Any help appreciated!1

Thanks

Betty xx


----------



## MISSY97 (Sep 26, 2007)

Hi Betty

We had to pay £50.00 for a copy of our full notes from the RFC to take to Origin as they wouldn't give us out dh's results either.  It does take up to 2 weeks to get them too from them so request early if you need them.  I had to beg for ours and we needed them within a couple of days......

Missy xx


----------



## Lesley08 (May 4, 2008)

Surely under the data protection act you have full access to all medical records and test results? The RFC never cease to amaze me. We got my Dh's results but he had his done through his gp so maybe that was why. I have a copy of both tests as we had it done twice, six months apart.
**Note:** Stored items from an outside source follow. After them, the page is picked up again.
"""Write outputs whole or not at all, and never over an input.

* :func:`atomic_path`: one file, written to a temporary ``.NAME.PID.*.part`` file beside the
  target and renamed onto it; on any failure or interruption (SIGTERM, Ctrl-C) the ``.part``
  file is removed, and leftovers of a process killed outright are removed by the next write.
* :func:`atomic_folder`: a folder of several outputs (a review), written into a temporary sibling
  folder and swapped in whole; an older output folder is replaced only once the new one is complete.
* :func:`guard_inputs` / :func:`add_inputs`: the files a command reads; writing onto one of them
  (or replacing a folder holding one) is refused with :class:`~parcelcast.errors.OutputError`.

Every file-system failure of writing becomes an ``OutputError`` naming the path and the reason.
"""

from __future__ import annotations

import contextlib
import glob
import os
import shutil
import tempfile
from pathlib import Path

from parcelcast.errors import OutputError

#: marker file in every output folder parcelcast writes; only such a folder is ever replaced
FOLDER_MARKER = ".parcelcast-output"

_INPUTS: set[Path] = set()


@contextlib.contextmanager
def guard_inputs(paths=()):
    """Within the block, refuse to write onto ``paths`` (files; globs are expanded)."""
    saved = set(_INPUTS)
    add_inputs(paths)
    try:
        yield
    finally:
        _INPUTS.clear()
        _INPUTS.update(saved)


def add_inputs(paths) -> None:
    """Protect more input files (e.g. the analyses named by a case file) from being written."""
    for text in paths or ():
        matches = glob.glob(str(text)) if glob.has_magic(str(text)) else [str(text)]
        for name in matches:
            _INPUTS.add(Path(name).resolve())


def _part_prefix(target: Path) -> str:
    """``.NAME.PID.``: temporary outputs name the process writing them."""
    return f".{target.name}.{os.getpid()}."


def _remove_stale_parts(target: Path) -> None:
    """Remove ``.part`` leftovers of ``target`` whose writing process no longer exists
    (killed with SIGKILL or by a power cut, when no clean-up could run)."""
    for part in target.parent.glob(f".{glob.escape(target.name)}.*.part"):
        pid_text = part.name[len(target.name) + 2:].split(".", 1)[0]
        if not pid_text.isdigit() or int(pid_text) == os.getpid() or _alive(int(pid_text)):
            continue
        with contextlib.suppress(OSError):
            shutil.rmtree(part) if part.is_dir() else part.unlink()


def _alive(pid: int) -> bool:
    try:
        os.kill(pid, 0)
    except ProcessLookupError:
        return False
    except OSError:  # exists but belongs to someone else
        return True
    return True


def _check_not_input(target: Path) -> None:
    resolved = target.resolve()
    for source in _INPUTS:
        same = resolved == source or (
            target.exists() and source.exists() and os.path.samefile(target, source))
        if same:
            raise OutputError(target, "it is one of the inputs of this command; "
                              "choose another output name (inputs are never modified)")


def _check_folder(folder: Path, target: Path) -> None:
    if not folder.exists():
        raise OutputError(target, f"the folder {folder} does not exist (create it first)")
    if not folder.is_dir():
        raise OutputError(target, f"{folder} is a file, not a folder")
    if not os.access(folder, os.W_OK | os.X_OK):
        raise OutputError(target, f"the folder {folder} is not writable")


def check_file_target(target, create_folder: bool = False) -> Path:
    """Refuse early (before any computing) an output file that could not be written.

    The command line refuses a folder that does not exist; library callers of
    :func:`atomic_path` get it created (``create_folder``).
    """
    target = Path(target)
    if create_folder and not target.parent.exists():
        try:
            target.parent.mkdir(parents=True, exist_ok=True)
        except OSError as exc:
            raise OutputError(target, f"cannot create its folder: {exc.strerror or exc}") from None
    _check_folder(target.parent, target)
    if target.is_dir():
        raise OutputError(target, "it is a folder; give a file name (for example "
                          f"{target / 'output'}{target.suffix or '.nc'})")
    _check_not_input(target)
    return target


def check_folder_target(target) -> Path:
    """Refuse early an output folder that could not be written or must not be replaced."""
    target = Path(target)
    _check_folder(target.parent, target)
    if target.exists():
        if not target.is_dir():
            raise OutputError(target, "it is a file, not a folder")
        if any(target.iterdir()) and not (target / FOLDER_MARKER).exists():
            raise OutputError(target, "the folder exists and was not written by parcelcast; "
                              "choose a new folder name or empty it first")
        resolved = target.resolve()
        inside = sorted(str(p) for p in _INPUTS if resolved in p.parents)
        if inside:
            raise OutputError(target, f"the folder holds inputs of this command ({inside[0]})")
    return target


@contextlib.contextmanager
def atomic_path(target):
    """Yield a temporary path in the target's folder; on success rename it onto ``target``.

    If the block raises (or the command is interrupted), the temporary file is removed and
    ``target`` is left untouched (an earlier complete file stays as it was).  A missing folder
    is created (the command line refuses it before computing: ``cli._common.check_outputs``);
    a target that is a folder or one of the inputs is refused.

    Example
    -------
    >>> with atomic_path("out.nc") as tmp:          # doctest: +SKIP
    ...     dataset.to_netcdf(tmp)
    """
    target = check_file_target(target, create_folder=True)
    folder = target.parent
    _remove_stale_parts(target)
    try:
        fd, tmp_name = tempfile.mkstemp(prefix=_part_prefix(target), suffix=".part", dir=folder)
    except OSError as exc:
        raise OutputError(target, exc.strerror or str(exc)) from None
    os.close(fd)
    tmp = Path(tmp_name)
    try:
        try:
            yield tmp
            os.chmod(tmp, 0o666 & ~_current_umask())  # mkstemp makes 0600; outputs are ordinary
            os.replace(tmp, target)
        except OSError as exc:
            raise OutputError(target, exc.strerror or str(exc)) from None
    finally:
        with contextlib.suppress(FileNotFoundError):
            tmp.unlink()


@contextlib.contextmanager
def atomic_folder(target):
    """Yield a temporary sibling folder; on success swap it in as ``target``, whole.

    An existing ``target`` is replaced only if parcelcast wrote it (it holds the
    :data:`FOLDER_MARKER` file) or it is empty, and never if it holds an input.  The old folder
    is renamed aside, the new one renamed into place, then the old one removed: a reader sees
    the old folder or the new one, never a mixture (a kill between the two renames leaves the
    complete old folder as ``.NAME.old-*`` beside the target).
    """
    target = check_folder_target(target)
    parent = target.parent
    _remove_stale_parts(target)
    try:
        tmp = Path(tempfile.mkdtemp(prefix=_part_prefix(target), suffix=".part", dir=parent))
    except OSError as exc:
        raise OutputError(target, exc.strerror or str(exc)) from None
    old = None
    try:
        try:
            yield tmp
            (tmp / FOLDER_MARKER).write_text("written by parcelcast; replaced whole on the next run\n",
                                             encoding="utf-8")
            os.chmod(tmp, 0o777 & ~_current_umask())
            if target.exists():
                old = Path(tempfile.mkdtemp(prefix=f".{target.name}.old-", dir=parent))
                os.replace(target, old / target.name)
            os.replace(tmp, target)
        except OSError as exc:
            raise OutputError(target, exc.strerror or str(exc)) from None
    finally:
        shutil.rmtree(tmp, ignore_errors=True)
        if old is not None:
            if not target.exists():  # the new folder did not go in: put the old one back
                with contextlib.suppress(OSError):
                    os.replace(old / target.name, target)
            shutil.rmtree(old, ignore_errors=True)


def _current_umask() -> int:
    mask = os.umask(0)
    os.umask(mask)
    return mask


def write_text(target, text: str) -> None:
    """Write ``text`` to ``target`` atomically (UTF-8)."""
    with atomic_path(target) as tmp:
        tmp.write_text(text, encoding="utf-8")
Maybe you could have them sent to your gp who could then give you a copy?

Lesley xx


----------



## Sissy (Oct 27, 2008)

Hi Betty

I was quoted £70 when I first called the RFC.  The second time I called to clarify the fee the receptionist was bewildered and said that they did not send out results.  

I'm not quite sure what their formal procedure is, but I suggest that you bypass them completely and get the results for free via your GP.  All your results should have been forwarded by the RFC.  My GP had everything with the exception of the initial chlamydia test, so I arranged for this to be taken again via my GP and obtained the results for free.

Good luck

S


----------



## Shaz (Jan 10, 2004)

Hi...had to pay £50 last january for a copy of my results..just to get husbands SA....you have to let them know when u need them for or you could be waiting well over a week....and when you go to collect them.they wont post them out bring identification as you have to sign for them.  And they r just photocopies of what is on ur file.  Its quite aopener...as this was the first we knew DH had abnormal morphology..noone had ever told us.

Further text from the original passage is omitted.